def _free_weight(l: int, x: np.ndarray) -> np.ndarray:
    """A bound on (x j_l(x))^2: min(x^(2l+2) / ((2l+1)!!)^2, (1 + 0.2 l^(1/3))^2).

    |j_l(x)| <= x^l / (2l+1)!! is |J_nu(x)| <= (x/2)^nu / Gamma(nu + 1) (DLMF 10.14.4) with nu = l + 1/2;
    the maximum of |x j_l(x)| grows slowly with l (measured here with scipy on x in (0, 400]: 1 at l = 0,
    1.06 at l = 1, 1.44 at l = 20, 1.78 at l = 79), below 1 + 0.2 l^(1/3) at each of them. For l = 0 this is
    min(x^2, 1), the weight the s-wave bound always had."""
    with np.errstate(under="ignore"):
        return np.exp(2 * _ln_envelope(l, x))


def _ln_envelope(l: int, x) -> np.ndarray:
    """ln of the bound on |x j_l(x)| of :func:`_free_weight` (no underflow: x > 0)."""
    with np.errstate(divide="ignore"):
        return np.minimum((l + 1) * np.log(x) - _ln_double_factorial(l), math.log(1 + 0.2 * l ** (1 / 3)))


def _ln_double_factorial(l: int) -> float:
    """ln (2l+1)!! = ln (2l+1)! - l ln 2 - ln l!."""
    return math.lgamma(2 * l + 2) - l * math.log(2) - math.lgamma(l + 1)


def tail_bound(ch: Channel, E: float, R: float, relative: bool = False) -> float:
    """First-order bound (rad) on the phase change from the short-range part beyond R (bohr): the
    profile's B at the first profile radius not above R (so never below the bound at R). ``relative``:
    with the weight of partial wave l (:func:`_tail_profile`), a bound on a small delta_l's change."""
    r, tail = _tail_profile(ch, E, relative)
    i = int(np.searchsorted(r, R, side="right")) - 1
    return float(tail[max(i, 0)])


def matching_radius(ch: Channel, E: float, tol: float, relative: bool = False) -> tuple[float, bool]:
    """(R, reached): a radius beyond which the short-range part changes delta by < tol/100; with
    ``relative`` (a free tail, E > 0) also by less than tol/100 of the first-order bound on delta_l
    itself (when that is below 1), so that a small delta_l keeps its relative accuracy.

    Notes
    -----
    The phase change from V_sr beyond R is bounded (first order) by
    integral_R^inf 2 m_E |V_sr| min(k r^2, 1/k) dr, with k r^2 -> r^2 at
    E = 0 (a change of the scattering length) and m_E = m (1 + E/(m c^2)) in
    the relativistic equations. ``reached`` is False when V_sr never falls
    that low on the profile (a long-range tail other than Coulomb).
    """
    r, tail = _tail_profile(ch, E)
    ok = np.nonzero(~(tail < 1e-2 * tol))[0]
    reached = bool(ok.size == 0 or ok[-1] < len(r) - 2)
    R = float(r[ok[-1] + 1]) if ok.size and reached else (float(r[-1]) if ok.size else float(r[0]))
    if relative and E > 0 and ch.free_wronskian:
        # a delta_l of 1e-200 needs the cut below 1e-202, not below 1e-10: read the bound of partial wave l
        # relative to its own total (the first-order size of delta_l); the far end of the profile at most
        _, tail_l = _tail_profile(ch, E, True)
        far = np.nonzero(tail_l > 1e-2 * tol * min(1.0, float(tail_l[0])))[0]
        if far.size:
            R = max(R, float(r[min(far[-1] + 1, len(r) - 1)]))
    floor = max([*ch.breakpoints, ch.hard_core or 0.0, 0.0])
    R = max(R, floor * 1.0001, 1.5 * (ch.hard_core or 0.0), 4 * ch.length)
    return R, reached


def _log_riccati(n: int, x: np.ndarray) -> tuple[np.ndarray, np.ndarray]:
    """(sign, ln |x j_n(x)|) elementwise, without underflow at small x (x > 0, n >= 0).

    For x^2 <= 2n + 3 the power series x j_n(x) = x^(n+1) / (2n+1)!! sum_m (-x^2/2)^m (2n+1)!! /
    (m! (2n+2m+1)!!) (DLMF 10.53.1), whose terms fall at least 2-fold from the first, so that it
    cancels by at most a factor e; scipy's j_n beyond (x^(n+1) / (2n+1)!! underflows for n = 50 at
    x = 1e-7, where the phase of a hard sphere is still representable)."""
    x = np.asarray(x, dtype=float)
    small = x * x <= 2 * n + 3
    sign, out = np.ones_like(x), np.empty_like(x)
    if np.any(small):
        xs = x[small]
        h = -0.5 * xs * xs
        term, total = np.ones_like(xs), np.ones_like(xs)
        for m in range(1, 40):
            term = term * h / (m * (2 * n + 2 * m + 1))
            total = total + term
            if np.all(np.abs(term) < 1e-17 * np.abs(total)):
                break
        out[small] = (n + 1) * np.log(xs) - _ln_double_factorial(n) + np.log(total)   # total in (1/e, 1]
    if not np.all(small):
        xl = x[~small]
        v = xl * spherical_jn(n, xl)
        sign[~small] = np.sign(v)
        with np.errstate(divide="ignore"):
            out[~small] = np.log(np.abs(v))
    return sign, out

* [What needs to be done]: Output all of the material, please, exactly as it stands.

* [Final answer]:
def _free_weight(l: int, x: np.ndarray) -> np.ndarray:
    """A bound on (x j_l(x))^2: min(x^(2l+2) / ((2l+1)!!)^2, (1 + 0.2 l^(1/3))^2).

    |j_l(x)| <= x^l / (2l+1)!! is |J_nu(x)| <= (x/2)^nu / Gamma(nu + 1) (DLMF 10.14.4) with nu = l + 1/2;
    the maximum of |x j_l(x)| grows slowly with l (measured here with scipy on x in (0, 400]: 1 at l = 0,
    1.06 at l = 1, 1.44 at l = 20, 1.78 at l = 79), below 1 + 0.2 l^(1/3) at each of them. For l = 0 this is
    min(x^2, 1), the weight the s-wave bound always had."""
    with np.errstate(under="ignore"):
        return np.exp(2 * _ln_envelope(l, x))


def _ln_envelope(l: int, x) -> np.ndarray:
    """ln of the bound on |x j_l(x)| of :func:`_free_weight` (no underflow: x > 0)."""
    with np.errstate(divide="ignore"):
        return np.minimum((l + 1) * np.log(x) - _ln_double_factorial(l), math.log(1 + 0.2 * l ** (1 / 3)))


def _ln_double_factorial(l: int) -> float:
    """ln (2l+1)!! = ln (2l+1)! - l ln 2 - ln l!."""
    return math.lgamma(2 * l + 2) - l * math.log(2) - math.lgamma(l + 1)


def tail_bound(ch: Channel, E: float, R: float, relative: bool = False) -> float:
    """First-order bound (rad) on the phase change from the short-range part beyond R (bohr): the
    profile's B at the first profile radius not above R (so never below the bound at R). ``relative``:
    with the weight of partial wave l (:func:`_tail_profile`), a bound on a small delta_l's change."""
    r, tail = _tail_profile(ch, E, relative)
    i = int(np.searchsorted(r, R, side="right")) - 1
    return float(tail[max(i, 0)])


def matching_radius(ch: Channel, E: float, tol: float, relative: bool = False) -> tuple[float, bool]:
    """(R, reached): a radius beyond which the short-range part changes delta by < tol/100; with
    ``relative`` (a free tail, E > 0) also by less than tol/100 of the first-order bound on delta_l
    itself (when that is below 1), so that a small delta_l keeps its relative accuracy.

    Notes
    -----
    The phase change from V_sr beyond R is bounded (first order) by
    integral_R^inf 2 m_E |V_sr| min(k r^2, 1/k) dr, with k r^2 -> r^2 at
    E = 0 (a change of the scattering length) and m_E = m (1 + E/(m c^2)) in
    the relativistic equations. ``reached`` is False when V_sr never falls
    that low on the profile (a long-range tail other than Coulomb).
    """
    r, tail = _tail_profile(ch, E)
    ok = np.nonzero(~(tail < 1e-2 * tol))[0]
    reached = bool(ok.size == 0 or ok[-1] < len(r) - 2)
    R = float(r[ok[-1] + 1]) if ok.size and reached else (float(r[-1]) if ok.size else float(r[0]))
    if relative and E > 0 and ch.free_wronskian:
        # a delta_l of 1e-200 needs the cut below 1e-202, not below 1e-10: read the bound of partial wave l
        # relative to its own total (the first-order size of delta_l); the far end of the profile at most
        _, tail_l = _tail_profile(ch, E, True)
        far = np.nonzero(tail_l > 1e-2 * tol * min(1.0, float(tail_l[0])))[0]
        if far.size:
            R = max(R, float(r[min(far[-1] + 1, len(r) - 1)]))
    floor = max([*ch.breakpoints, ch.hard_core or 0.0, 0.0])
    R = max(R, floor * 1.0001, 1.5 * (ch.hard_core or 0.0), 4 * ch.length)
    return R, reached


def _log_riccati(n: int, x: np.ndarray) -> tuple[np.ndarray, np.ndarray]:
    """(sign, ln |x j_n(x)|) elementwise, without underflow at small x (x > 0, n >= 0).

    For x^2 <= 2n + 3 the power series x j_n(x) = x^(n+1) / (2n+1)!! sum_m (-x^2/2)^m (2n+1)!! /
    (m! (2n+2m+1)!!) (DLMF 10.53.1), whose terms fall at least 2-fold from the first, so that it
    cancels by at most a factor e; scipy's j_n beyond (x^(n+1) / (2n+1)!! underflows for n = 50 at
    x = 1e-7, where the phase of a hard sphere is still representable)."""
    x = np.asarray(x, dtype=float)
    small = x * x <= 2 * n + 3
    sign, out = np.ones_like(x), np.empty_like(x)
    if np.any(small):
        xs = x[small]
        h = -0.5 * xs * xs
        term, total = np.ones_like(xs), np.ones_like(xs)
        for m in range(1, 40):
            term = term * h / (m * (2 * n + 2 * m + 1))
            total = total + term
            if np.all(np.abs(term) < 1e-17 * np.abs(total)):
                break
        out[small] = (n + 1) * np.log(xs) - _ln_double_factorial(n) + np.log(total)   # total in (1/e, 1]
    if not np.all(small):
        xl = x[~small]
        v = xl * spherical_jn(n, xl)
        sign[~small] = np.sign(v)
        with np.errstate(divide="ignore"):
            out[~small] = np.log(np.abs(v))
    return sign, out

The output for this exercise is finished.